Читать книгу Stoking the Creative Fires - Phil Cousineau - Страница 26

WHAT THEN SHALL WE DO?

Оглавление

For R. B. Morris, a prolific singer, songwriter, and playwright from Knoxville, Tennessee, reverie is a subtle but powerful trigger. Recently he explained why:

It's the starting point for me, the threshold of creativity. It's the moment where all your other mental and physical functions fold into “dreamy thinking or imagining,” as Webster's says, “fanciful musing, a visionary notion.” If we really want to cultivate our creativity, we simply need to schedule our lives around the production of reverie. Frankly, I have to declare myself severely undisciplined in matters of creativity, but I do try to move toward those times of day when reverie comes easiest, such as the hours of waking or before sleep. The mind seems more willing then to throw off the harness of the world and allow the otherworldly to emerge. Of course, then one has to cultivate one's own process of observing and taking notes. Still, for all one's cultivation, the muse has a tendency to come and go as she pleases. So it's best to keep pen and paper at hand, even if I'm driving my pickup up on the mountain, and be ready to roll with the reverie whenever it occurs.

You know that a deep chord has been struck in you when a story, an image, a color, a drawn line, a melody taunts you until you figure out why you've been so deeply shaken. Australian director Peter Weir's film, The Year of Living Dangerously, did just that to me when it was released over twenty years ago.

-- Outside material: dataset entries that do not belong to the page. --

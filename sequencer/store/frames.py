"""A query's rows as one pandas table, read a chunk at a time: a whole table's rows as Python
tuples take some ten times the memory of the table they become, so a lot of 100,000 devices
is read with only a chunk of them in flight. The column types are those one reading of the
whole result gives (tests/report/test_report_data.py)."""

from __future__ import annotations

import sqlite3

import pandas as pd

CHUNK = 10_000  # rows in flight


def read_frame(db: sqlite3.Connection, sql: str, chunk: int | None = None) -> pd.DataFrame:
    chunks = list(pd.read_sql_query(sql, db, chunksize=chunk or CHUNK))
    if len(chunks) <= 1:
        return chunks[0] if chunks else pd.read_sql_query(sql, db)
    frame = pd.concat(chunks, ignore_index=True)
    for column in frame.columns[frame.dtypes == "object"]:
        known = frame[column].dropna()
        numbers = known.map(lambda v: isinstance(v, int | float) and not isinstance(v, bool))
        if len(known) and numbers.all():  # a chunk of NULLs only came back as objects
            frame[column] = pd.to_numeric(frame[column])
    return frame
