"""Opening a run's results.sqlite for reading only, also where it cannot be written.

A database in WAL mode needs its `-shm` file to be read; on a read-only file system (a finished
run on a write-protected share, a DVD archive) there is none to create, and a plain read-only
open fails with "unable to open database file". With nothing able to write there, the file
cannot change under the reader, so SQLite's `immutable` open is then safe (SQLite URI
parameters, sqlite.org/uri.html).
"""

from __future__ import annotations

import os
import sqlite3
from pathlib import Path


def open_for_reading(path: Path) -> sqlite3.Connection:
    """A read-only connection to `path`; sqlite3.Error as sqlite3 raises it."""
    uri = path.resolve().as_uri()
    try:
        db = sqlite3.connect(f"{uri}?mode=ro", uri=True)
        db.execute("SELECT 1 FROM sqlite_master LIMIT 1")
        return db
    except sqlite3.OperationalError:
        if not read_only_place(path):
            raise
    return sqlite3.connect(f"{uri}?mode=ro&immutable=1", uri=True)


def read_only_place(path: Path) -> bool:
    """Whether the database's folder is on a file system mounted read-only (root ignores
    permission bits, so os.access would not tell)."""
    try:
        return bool(os.statvfs(path.parent).f_flag & os.ST_RDONLY)
    except OSError:
        return False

Rarely a day goes by that I don't hear the voice of actress Linda Hunt, playing a male stringer for a Malaysian newspaper at the time of Sukarno's overthrow, asking plaintively: “What then must we do?” She asks this at the crisis point when she takes a stand for all she believes in, even at the risk of her life. She asks it again and again in a fierce voiceover as her fingers fly across her typewriter keys. The challenging question is taken from Tolstoy's Confession, a searing account of his mid-life spiritual crisis when he saw “nothing ahead except ruin.” The answer came to him in a voice: “See that you remember.” Then he woke up.

With the whole world coming at us like a great thrashing wave, how do we recognize and remember reverie, especially when technology is now doing so much of the recall for us? There's only one trick I know of and it's not really a ruse. Write it down. Beat poet Gary Snyder once told me: “The only difference between writers and everybody else is that we always keep a thirty-nine cent notebook in our pockets. You never know when the inspiration might hit.” Many years later, I was startled to hear, in a radio interview with author Anne Rice, that she relied so heavily on daydreams that, for her, writing is daydreaming, which sometimes provides coded messages, including entire characters, like the twins in The Queen of the Damned. Jorge Borges ardently claimed in his Harvard lecture on craft that all writing is guided dream. Shadowbox artist Joseph Cornell said his work happened in a half-sleep. “Our dreams are a second life,” he said, “the overflowing of the dream into real life.” Photographer-artist Joanne Warfield tells me that reverie comes to her “in the form of enchantment or trance. I watch thoughts, ideas, and images floating by like leaves on a stream of consciousness. Sometimes when I'm in the midst of creating, reverie appears as inspiration for me to try something innovative—but I have to be alert, which can be hard when you're enchanted.”